A. Indicated Medications

  • Scorpion Antivenom: According to clinical grade and severity.
  • Prazosin: For autonomic storm and sympathetic overactivity.
  • Oxygen therapy: In respiratory distress or pulmonary edema.
  • Diuretics (Lasix): In pulmonary edema.
  • Local anesthetics (Xylocaine): For severe local pain.
  • ICU supportive care: In Grade 4 envenomation.

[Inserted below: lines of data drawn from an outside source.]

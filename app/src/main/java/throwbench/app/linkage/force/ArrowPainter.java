package throwbench.app.linkage.force;

import throwbench.app.drawing.Pen;

/**
 * Draws arrows by kind. Gas: heavy shaft, full head. Inertia: hollow head. Connecting rod inertia: hollow head, dashed
 * shaft. Rod load: double line. Crank pin: a ring at its foot. Crosshead pin: a dot at its foot, dashed. Guide: broad head
 * on a plate. Torque: arc.
 */
public final class ArrowPainter {

    /** An arrow shorter than this is nothing to look at, points. */
    static final double SHORTEST = 1.5;

    private final double weight;
    private final double[] dashes;
    private final double[] x = new double[4];
    private final double[] y = new double[4];
    private Pen pen;
    private double tailX;
    private double tailY;
    private double ux;
    private double uy;
    private double length;

    /** @param weight of lines, 1 for an ordinary window */
    public ArrowPainter(Pen pen, double weight) {
        this.pen = pen;
        this.weight = weight;
        this.dashes = new double[] {6 * weight, 3.5 * weight};
    }

    public ArrowPainter on(Pen next) {
        pen = next;
        return this;
    }

    /** Draws an arrow between two points in a colour on a ground. */
    public void paint(ForceKind kind, double fromX, double fromY, double toX, double toY, int colour, int ground) {
        length = Math.hypot(toX - fromX, toY - fromY);
        if (length < SHORTEST) {
            return;
        }
        tailX = fromX;
        tailY = fromY;
        ux = (toX - fromX) / length;
        uy = (toY - fromY) / length;
        switch (kind) {
            case GAS -> {
                // it lies on a chamber filled in its own hue
                halo(6, 12, 6, ground);
                shaftAndHead(3.2, 12, 6, colour, ground, false);
            }
            case INERTIA -> shaftAndHead(2.4, 12, 5.5, colour, ground, true);
            case ROD_INERTIA -> {
                dashed(2, 11, colour);
                head(11, 5, colour, ground, true);
            }
            case ROD -> doubled(colour);
            case CROSSHEAD_PIN -> {
                dashed(2.2, 12, colour);
                head(12, 4.5, colour, ground, false);
                pen.fill(colour);
                pen.circle(tailX, tailY, 3.4 * weight, true, false);
            }
            case CRANK_PIN -> {
                shaftAndHead(2.8, 14, 5, colour, ground, false);
                pen.fill(ground);
                pen.stroke(colour, 2 * weight);
                pen.circle(tailX, tailY, 4 * weight, true, true);
            }
            case GUIDE -> plate(colour, ground);
            case TORQUE -> {}
        }
    }

    /** Draws a torque's arc, begun at an angle (rad, counter-clockwise from the right), over an extent (rad). */
    public void paintArc(double x0, double y0, double radius, double from, double extent, int colour) {
        pen.stroke(colour, 1.6 * weight);
        pen.line(
                x0 + (radius - 5 * weight) * Math.cos(from),
                y0 - (radius - 5 * weight) * Math.sin(from),
                x0 + (radius + 5 * weight) * Math.cos(from),
                y0 - (radius + 5 * weight) * Math.sin(from));
        double arcLength = Math.abs(extent) * radius;
        if (arcLength < SHORTEST) {
            return;
        }
        double head = Math.min(13 * weight, 0.8 * arcLength);
        double sense = Math.signum(extent);
        double shaft = Math.max(0, Math.abs(extent) - 0.8 * head / radius) * sense;
        pen.stroke(colour, 2.6 * weight);
        pen.arc(x0, y0, radius, Math.toDegrees(from), Math.toDegrees(shaft));
        double end = from + extent;
        double start = end - sense * head / radius;
        double half = 0.42 * head;
        set(0, x0 + radius * Math.cos(end), y0 - radius * Math.sin(end));
        set(1, x0 + (radius + half) * Math.cos(start), y0 - (radius + half) * Math.sin(start));
        set(2, x0 + (radius - half) * Math.cos(start), y0 - (radius - half) * Math.sin(start));
        pen.fill(colour);
        pen.polygon(x, y, 3, true, false);
    }

    private void shaftAndHead(double width, double head, double half, int colour, int ground, boolean hollow) {
        double h = headLength(head);
        pen.stroke(colour, width * weight);
        shaft(0, length - (hollow ? h : 0.8 * h), 0);
        head(head, half, colour, ground, hollow);
    }

    /** Ground colour under and round an arrow. */
    private void halo(double width, double head, double half, int ground) {
        double h = headLength(head);
        pen.stroke(ground, width * weight);
        shaft(0, length - 0.8 * h, 0);
        corners(head, half);
        pen.stroke(ground, 3 * weight);
        pen.polygon(x, y, 3, false, true);
    }

    private void dashed(double width, double head, int colour) {
        pen.stroke(colour, width * weight);
        pen.dash(dashes);
        shaft(0, length - headLength(head), 0);
        pen.dash();
    }

    private void doubled(int colour) {
        double h = headLength(13);
        pen.stroke(colour, 1.5 * weight);
        shaft(0, length - h, 2.4 * weight);
        shaft(0, length - h, -2.4 * weight);
        head(13, 6, colour, colour, false);
    }

    private void plate(int colour, int ground) {
        shaftAndHead(2.6, 9, 6.5, colour, ground, false);
        pen.stroke(colour, 2.2 * weight);
        double half = 8 * weight;
        double atX = tailX + length * ux;
        double atY = tailY + length * uy;
        pen.line(atX - half * uy, atY + half * ux, atX + half * uy, atY - half * ux);
    }

    /** A head never takes more than most of a short arrow. */
    private double headLength(double wanted) {
        return Math.min(wanted * weight, 0.75 * length);
    }

    private void shaft(double from, double to, double across) {
        if (to > from) {
            pen.line(
                    tailX + from * ux - across * uy,
                    tailY + from * uy + across * ux,
                    tailX + to * ux - across * uy,
                    tailY + to * uy + across * ux);
        }
    }

    private void head(double wanted, double half, int colour, int ground, boolean hollow) {
        corners(wanted, half);
        pen.fill(hollow ? ground : colour);
        pen.stroke(colour, (hollow ? 1.8 : 0.8) * weight);
        pen.polygon(x, y, 3, true, hollow);
    }

    private void corners(double wanted, double half) {
        double h = headLength(wanted);
        double w = half * weight * h / (wanted * weight);
        double baseX = tailX + (length - h) * ux;
        double baseY = tailY + (length - h) * uy;
        set(0, tailX + length * ux, tailY + length * uy);
        set(1, baseX - w * uy, baseY + w * ux);
        set(2, baseX + w * uy, baseY - w * ux);
    }

    private void set(int i, double atX, double atY) {
        x[i] = atX;
        y[i] = atY;
    }
}
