package throwbench.app.linkage.force;

import throwbench.app.drawing.Readout;

/**
 * Length of arrows, one for the whole revolution.
 *
 * @param pointsPerNewton length of a force
 * @param radPerNewtonMetre arc of a torque
 * @param bar force of the scale bar, N; 0 where there is nothing to measure
 */
public record ForceScale(double pointsPerNewton, double radPerNewtonMetre, double bar) {

    /** The arc of the greatest torque, rad, at factor 1. */
    private static final double GREATEST_ARC = Math.toRadians(80);

    private static final double MOST_ARC = Math.toRadians(320);

    /**
     * A scale at which the greatest force is so long.
     *
     * @param longest points
     * @param factor the user's, above 0
     * @param readout how forces are shown: the bar is round in its unit
     */
    public static ForceScale of(ForcePeaks peaks, double longest, double factor, Readout readout) {
        double force = peaks.greatestForce();
        double torque = peaks.greatestTorque();
        double perNewton = force > 0 ? longest * factor / force : 0;
        double perTorque = torque > 0 ? Math.min(GREATEST_ARC * factor, MOST_ARC) / torque : 0;
        if (force == 0) {
            return new ForceScale(0, perTorque, 0);
        }
        double unit = readout.inUnit(1) - readout.inUnit(0);
        double wanted = 0.8 * longest / perNewton * unit;
        return new ForceScale(perNewton, perTorque, round(wanted) / unit);
    }

    /** The greatest of 1, 2 or 5 times a power of ten that is not above a value. */
    static double round(double value) {
        double power = Math.pow(10, Math.floor(Math.log10(value)));
        double lead = value / power;
        return (lead >= 5 ? 5 : lead >= 2 ? 2 : 1) * power;
    }

    /** Length of the scale bar, points. */
    public double barLength() {
        return bar * pointsPerNewton;
    }
}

B. Contraindicated Medications

  • Beta blockers: May worsen unopposed alpha-adrenergic activity.
  • ACE inhibitors: Can aggravate hypotension.
  • Morphine: Risk of respiratory depression and hypotension.
  • Steroids: No proven benefit in scorpion envenomation.
  • Digoxin: Increased risk of arrhythmias.